Task prompt:
Look through the listing underneath for "moves", and copy every line that has it.

### Materials provided ###

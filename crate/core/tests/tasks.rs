//! Checks of the task suite against published dynamics and exact solutions:
//! mountain car, pendulum swing-up, the ledge walk (cliff walking), the
//! one-way maze and the job server.

use critbox_core::exact;
use critbox_core::experiment;
use critbox_core::rng::Stream;
use critbox_core::task::grid::{GridConfig, GridWorld};
use critbox_core::task::mountain_car::{self, MountainCar, MountainCarConfig};
use critbox_core::task::pendulum::{self, Pendulum, PendulumConfig};
use critbox_core::task::server::{Server, ServerConfig};
use critbox_core::task::{Action, FiniteModel, Task};

#[test]
fn mountain_car_one_step_matches_the_book() {
    // Sutton & Barto (2018), Example 10.1; derived value in references.md:
    // from (−0.5, 0) with A = +1, ẋ' = 0.001 − 0.0025 cos(−1.5) = 0.000823157
    // and x' = −0.499176843 (9 significant digits as derived).
    let (x, v) = mountain_car::dynamics(-0.5, 0.0, 1.0);
    assert!((v - 0.000823157).abs() < 5e-10, "velocity {v}");
    assert!((x + 0.499176843).abs() < 5e-10, "position {x}");
    // The same through the task: action index 2 is full throttle forward.
    let mut t = MountainCar::new(MountainCarConfig::default()).unwrap();
    t.set_state(-0.5, 0.0);
    let mut obs = [0.0; 2];
    let s = t.step(Action::Index(2), &mut Stream::from_seed(1), &mut obs);
    assert_eq!((obs[0], obs[1], s.reward, s.terminated), (x, v, -1.0, false));
    // Zero throttle at the valley floor x = −π/6 (where cos 3x = 0): no force.
    let (x, v) = mountain_car::dynamics(-std::f64::consts::PI / 6.0, 0.0, 0.0);
    assert!(v.abs() < 1e-18 && (x + std::f64::consts::PI / 6.0).abs() < 1e-15);
}

#[test]
fn mountain_car_start_states_follow_the_book() {
    // Sutton & Barto (2018), Example 10.1: x ~ U[−0.6, −0.4), ẋ = 0.
    let mut t = MountainCar::new(MountainCarConfig::default()).unwrap();
    let mut rng = Stream::from_seed(3);
    let mut obs = [0.0; 2];
    let mut lo: f64 = 0.0;
    let mut hi: f64 = -1.0;
    for _ in 0..2000 {
        t.reset(&mut rng, &mut obs);
        assert_eq!(obs[1], 0.0);
        lo = lo.min(obs[0]);
        hi = hi.max(obs[0]);
    }
    assert!(lo >= -0.6 && hi < -0.4 && lo < -0.59 && hi > -0.41, "{lo} {hi}");
}

#[test]
fn pendulum_one_step_matches_the_equation_of_motion() {
    // Doya (2000), from memory: m l² ω̇ = −μω + m g l sin θ + u with m = l = 1,
    // g = 9.8, μ = 0.01; one semi-implicit Euler step of dt (our integration).
    // From θ = 0.5, ω = 1, u = 2, dt = 0.02:
    // ω̇ = −0.01 + 9.8 sin 0.5 + 2 = 6.688370278321190 (sin 0.5 = 0.479425538604203),
    // ω' = 1.1337674055664238, θ' = 0.5 + 0.02 ω' = 0.5226753481113285.
    let (th, om) = pendulum::dynamics(0.5, 1.0, 2.0, 0.02);
    assert!((om - 1.1337674055664238).abs() < 1e-14, "omega {om}");
    assert!((th - 0.5226753481113285).abs() < 1e-14, "theta {th}");
    // The reward is cos θ of the angle after the step.
    let mut p = Pendulum::new(PendulumConfig::default()).unwrap();
    p.set_state(0.5, 1.0);
    let mut obs = [0.0; 2];
    let s = p.step(Action::Vector(&[2.0]), &mut Stream::from_seed(0), &mut obs);
    assert_eq!(s.reward, libm::cos(th));
    assert!(!s.terminated);
    // Torque beyond the limit is clipped to 5.
    assert_eq!(pendulum::dynamics(0.5, 1.0, 50.0, 0.02), pendulum::dynamics(0.5, 1.0, 5.0, 0.02));
}

#[test]
fn pendulum_cannot_be_lifted_directly() {
    // Doya (2000): m g l = 9.8 > u_max = 5, so a constant full torque from
    // hanging at rest never brings the pendulum above the horizontal (energy:
    // 5φ = 9.8 (1 − cos φ) gives a largest swing φ ≈ 1.14 rad from the bottom).
    let pi = std::f64::consts::PI;
    let (mut th, mut om) = (-pi, 0.0);
    let mut highest: f64 = -1.0;
    for _ in 0..2000 {
        (th, om) = pendulum::dynamics(th, om, 5.0, 0.02);
        highest = highest.max(libm::cos(th));
    }
    assert!(highest < libm::cos(pi - 1.2), "highest cos θ {highest}");
    assert!(highest > libm::cos(pi - 1.0), "the pendulum should swing up to about 1.14 rad: {highest}");
}

fn start_of(m: &FiniteModel) -> usize {
    m.start.iter().position(|&p| p == 1.0).unwrap()
}

/// A deterministic policy from a map of arrows (one character per cell:
/// N E S W), as a table for `exact::evaluate`.
fn arrows(w: &GridWorld, rows: &[&str]) -> Vec<f64> {
    let m = w.model().unwrap();
    let mut pi = vec![0.0; m.n_states * 4];
    let mut obs = [0.0; 2];
    for s in 0..m.n_states {
        assert!(w.state_obs(s, &mut obs));
        let ch = rows[obs[0] as usize].as_bytes()[obs[1] as usize];
        let a = match ch {
            b'N' => 0,
            b'E' => 1,
            b'S' => 2,
            _ => 3,
        };
        pi[s * 4 + a] = 1.0;
    }
    pi
}

#[test]
fn ledge_walk_reproduces_cliff_walking() {
    // Sutton & Barto (2018), Example 6.6: 4 × 12, −1 per step, −100 and back
    // to the start for stepping off the cliff, γ = 1. The optimal path along
    // the edge returns −13; the path one row higher −15; along the top −17.
    let cfg: experiment::config::TaskConfig =
        serde_json::from_str(r#"{"kind": "grid", "layout": "ledge"}"#).unwrap();
    let experiment::config::TaskConfig::Grid(g) = cfg else { panic!("a grid") };
    assert_eq!((g.step_reward, g.hazard_reward, g.hazard_restart, g.slip), (-1.0, -99.0, true, 0.0));
    let w = GridWorld::new(g).unwrap();
    assert_eq!(w.size(), (4, 12));
    let m = w.model().unwrap();
    let opt = exact::value_iteration(&m, 1.0, 1e-12).unwrap();
    let s0 = start_of(&m);
    assert!((opt.values[s0] + 13.0).abs() < 1e-9, "optimal return {}", opt.values[s0]);
    let one_higher = arrows(&w, &["EEEEEEEEEEES", "EEEEEEEEEEES", "NEEEEEEEEEES", "NEEEEEEEEEEE"]);
    let v = exact::evaluate(&m, &one_higher, 1.0).unwrap();
    assert!((v[s0] + 15.0).abs() < 1e-9, "one row higher {}", v[s0]);
    let top = arrows(&w, &["EEEEEEEEEEES", "NEEEEEEEEEES", "NEEEEEEEEEES", "NEEEEEEEEEEE"]);
    let v = exact::evaluate(&m, &top, 1.0).unwrap();
    assert!((v[s0] + 17.0).abs() < 1e-9, "top row {}", v[s0]);
    // Stepping off the ledge: −100 in total and back to the start.
    let mut w2 = w.clone();
    let mut rng = Stream::from_seed(0);
    let mut obs = [0.0; 2];
    w2.reset(&mut rng, &mut obs);
    let s = w2.step(Action::Index(1), &mut rng, &mut obs);
    assert_eq!((s.reward, s.terminated, obs), (-100.0, false, [3.0, 0.0]));
}

#[test]
fn layouts_by_name_and_their_errors() {
    let parse = |t: &str| {
        experiment::parse(&format!(
            r#"{{"schema": 1, "task": {t}, "steps": 10, "variants": [{{"label": "a"}}]}}"#
        ))
    };
    let plan = parse(r#"{"kind": "grid", "layout": "ledge", "hazard_reward": -5}"#).unwrap();
    let experiment::config::TaskConfig::Grid(g) = &plan.config.task else { panic!() };
    assert_eq!((g.hazard_reward, g.hazard_restart), (-5.0, true), "explicit settings override the layout's");
    let e = parse(r#"{"kind": "grid", "layout": "moon"}"#).unwrap_err().to_string();
    assert_eq!(e, r#"task.layout: unknown layout "moon"; the layouts are rover, ledge, maze"#);
    let e = parse(r#"{"kind": "grid", "layout": "ledge", "map": ["S.D"]}"#).unwrap_err().to_string();
    assert!(e.starts_with("task.layout: the config gives both a `map` and the layout"), "{e}");
    let e = parse(r#"{"kind": "grid"}"#).unwrap_err().to_string();
    assert!(e.starts_with("task.map: is empty: give the rows of a map, or a `layout`"), "{e}");
    let e = parse(r#"{"kind": "grid", "layout": "maze", "slip": "x"}"#).unwrap_err().to_string();
    assert!(e.contains("invalid type: string \"x\", expected f64"), "{e}");
    // A layout round-trips through its JSON form.
    let again: experiment::config::TaskConfig =
        serde_json::from_value(serde_json::to_value(&plan.config.task).unwrap()).unwrap();
    assert_eq!(again, plan.config.task);
}

#[test]
fn one_way_maze_optimum_and_conveyors() {
    // Exact solution by value iteration (Sutton & Barto 2018, Section 4.4) on
    // the maze's own model: the shortest route takes 20 moves (counted by
    // hand on the map: 4 east, 2 south, onto the conveyor, 1 carried, 2 north,
    // 4 east, 6 south).
    let w = GridWorld::new(GridConfig::layout("maze").unwrap()).unwrap();
    let m = w.model().unwrap();
    let opt = exact::value_iteration(&m, 1.0, 1e-12).unwrap();
    assert!((opt.values[start_of(&m)] + 20.0).abs() < 1e-9, "{}", opt.values[start_of(&m)]);
    // Conveyor rules (this project's own, no source): `>` at row 3, col 6.
    let mut w = w;
    let mut rng = Stream::from_seed(0);
    let mut obs = [0.0; 2];
    w.reset(&mut rng, &mut obs);
    for a in [1, 1, 1, 1, 2, 2] {
        w.step(Action::Index(a), &mut rng, &mut obs);
    }
    assert_eq!(obs, [3.0, 5.0]);
    w.step(Action::Index(1), &mut rng, &mut obs);
    assert_eq!(obs, [3.0, 6.0], "entered the conveyor moving east");
    w.step(Action::Index(3), &mut rng, &mut obs);
    assert_eq!(obs, [3.0, 7.0], "on a conveyor every action moves on east");
    w.step(Action::Index(3), &mut rng, &mut obs);
    assert_eq!(obs, [3.0, 7.0], "the conveyor cannot be entered moving west");
}

#[test]
fn server_model_matches_sampling() {
    // Common practice, no source: the model's transition probabilities sum
    // to one and agree with sampled frequencies.
    let t = Server::new(ServerConfig::default()).unwrap();
    assert!(t.spec().continuing);
    let m = t.model().unwrap();
    assert_eq!(m.n_states, 4 * 4);
    for s in 0..m.n_states {
        for a in 0..2 {
            let total: f64 = m.outcomes[s][a].iter().map(|o| o.prob).sum();
            assert!((total - 1.0).abs() < 1e-12, "state {s} action {a}: {total}");
        }
    }
    let mut rng = Stream::from_seed(11);
    let mut obs = [0.0; 2];
    let n = 40_000;
    let mut counts = vec![0usize; m.n_states];
    let mut task = t.clone();
    let s = 2 * 4 + 3; // two busy slots, a class-3 job waiting
    for _ in 0..n {
        task.set_state(2, 3);
        let st = task.step(Action::Index(1), &mut rng, &mut obs);
        assert_eq!(st.reward, 4.0);
        counts[task.state_id().unwrap()] += 1;
    }
    let mut seen = 0.0;
    for o in &m.outcomes[s][1] {
        let f = counts[o.next] as f64 / n as f64;
        assert!((f - o.prob).abs() < 0.01, "next {} freq {f} prob {}", o.next, o.prob);
        seen += o.prob;
    }
    assert!((seen - 1.0).abs() < 1e-12);
    // state_obs and id_of agree.
    for s in 0..m.n_states {
        assert!(t.state_obs(s, &mut obs));
        assert_eq!(t.id_of(&obs), Some(s));
    }
}

#[test]
fn server_keeps_slots_for_dear_jobs() {
    // Exact solution (value iteration on the model, discount 0.99): with three
    // slots nearly always full of work, the best policy turns away the
    // cheapest class when only one slot is free, and admits the dearest
    // class whenever a slot is free. Measured on this model, not published.
    let t = Server::new(ServerConfig::default()).unwrap();
    let m = t.model().unwrap();
    let opt = exact::value_iteration(&m, 0.99, 1e-10).unwrap();
    let id = |busy: usize, job: usize| busy * 4 + job;
    for busy in 0..3 {
        assert_eq!(opt.greedy[id(busy, 3)], vec![1], "admit class 3 with {busy} busy");
    }
    assert_eq!(opt.greedy[id(2, 1)], vec![0], "reject class 1 with one slot left");
}

#[test]
fn new_tasks_run_in_experiments() {
    for task in [
        r#"{"kind": "mountain_car", "max_steps": 200}"#,
        r#"{"kind": "pendulum", "torque_levels": 3, "max_steps": 100}"#,
        r#"{"kind": "grid", "layout": "maze"}"#,
    ] {
        let plan = experiment::parse(&format!(
            r#"{{"schema": 1, "task": {task}, "steps": 1000, "seeds": 2, "variants": [{{"label": "a"}}]}}"#
        ))
        .unwrap();
        let r = experiment::run_all(&plan);
        assert!(r.summary()["variants"][0]["failed"].as_array().unwrap().is_empty(), "{task}");
    }
}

###

Result of this task:
    // the maze's own model: the shortest route takes 20 moves (counted by
    assert_eq!(obs, [3.0, 7.0], "on a conveyor every action moves on east");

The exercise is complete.